▸ Problem details
One range is to be output from the listing below, exactly as written: the line with "const surety_model *model = c->model;" to the line with "double M = model->resources[i].hours_factor", both kept.

**** Listed records ****

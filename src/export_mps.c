/* export_mps.c - the sample approximation as a mixed-integer program in
 * free MPS, with plain or order-statistic (quantile) big-M coefficients.
 * SPDX-License-Identifier: MIT */
#include <ctype.h>
#include <math.h>
#include <stdlib.h>
#include <string.h>

#include "alloc.h"
#include "fileio.h"
#include "model.h"
#include "sample.h"

/* What becomes of capacity row (l, i). */
enum {
    ROW_DROP = 0, /* can never bind: not written */
    ROW_HARD = 1, /* written without indicator: load <= capacity */
    ROW_BIGM = 2, /* load - M z <= capacity */
};

struct keyed {
    double key;
    size_t l;
};

typedef struct export_ctx {
    const surety_model *model;
    const surety_scenarios *sc;
    size_t n, m, N, k;
    double *bigm;        /* N*m, M_li at [l*m + i] */
    unsigned char *row;  /* N*m, ROW_* at [l*m + i] */
    /* scratch for the strengthened M of one resource */
    size_t *jobs;        /* jobs allowed in the resource, <= n */
    double *a;           /* N*nj: factor_i * hours, [l*nj + t] */
    double *total;       /* N: sum over allowed jobs of a */
    struct keyed *order; /* N: scenarios by decreasing total */
    double *ratio;       /* nj */
    size_t *idx;         /* nj */
    double *wbar;        /* nj: mean of a over the scenarios */
    size_t *pi;          /* nj: scenario l's jobs by decreasing a/wbar */
    double *heap;        /* k+1: max-heap of the smallest values so far */
} export_ctx;

/* Plain big-M: the load with every allowed job in the resource, minus the
 * capacity. Computed with the same product form as surety_plan_holds. */
static void plain_bigm(export_ctx *c)
{
    const surety_model *model = c->model;
    for (size_t l = 0; l < c->N; l++) {
        const double *w = c->sc->hours + l * c->n;
        for (size_t i = 0; i < c->m; i++) {
            double sum = 0;
            for (size_t j = 0; j < c->n; j++)
                if (model->jobs[j].allowed[i])
                    sum += w[j];
            double M = model->resources[i].hours_factor * sum -
                       model->resources[i].capacity;
            c->bigm[l * c->m + i] = M;
            c->row[l * c->m + i] = M > 0 ? ROW_BIGM : ROW_DROP;
        }
    }
}

/* A feasible point of the same fractional knapsack, filled in the fixed
 * order pi (taken prefix, one fractional item, nothing after): its value is
 * a lower bound. */
static double fixed_order_fill(const double *a, const double *b,
                               const size_t *pi, size_t nj, double C)
{
    double cap = C, v = 0;
    for (size_t p = 0; p < nj; p++) {
        size_t t = pi[p];
        if (b[t] <= cap) {
            v += a[t];
            cap -= b[t];
        } else {
            v += a[t] * (cap / b[t]);
            break;
        }
    }
    return v;
}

****

▸ Result of this task
    const surety_model *model = c->model;
    for (size_t l = 0; l < c->N; l++) {
        const double *w = c->sc->hours + l * c->n;
        for (size_t i = 0; i < c->m; i++) {
            double sum = 0;
            for (size_t j = 0; j < c->n; j++)
                if (model->jobs[j].allowed[i])
                    sum += w[j];
            double M = model->resources[i].hours_factor * sum -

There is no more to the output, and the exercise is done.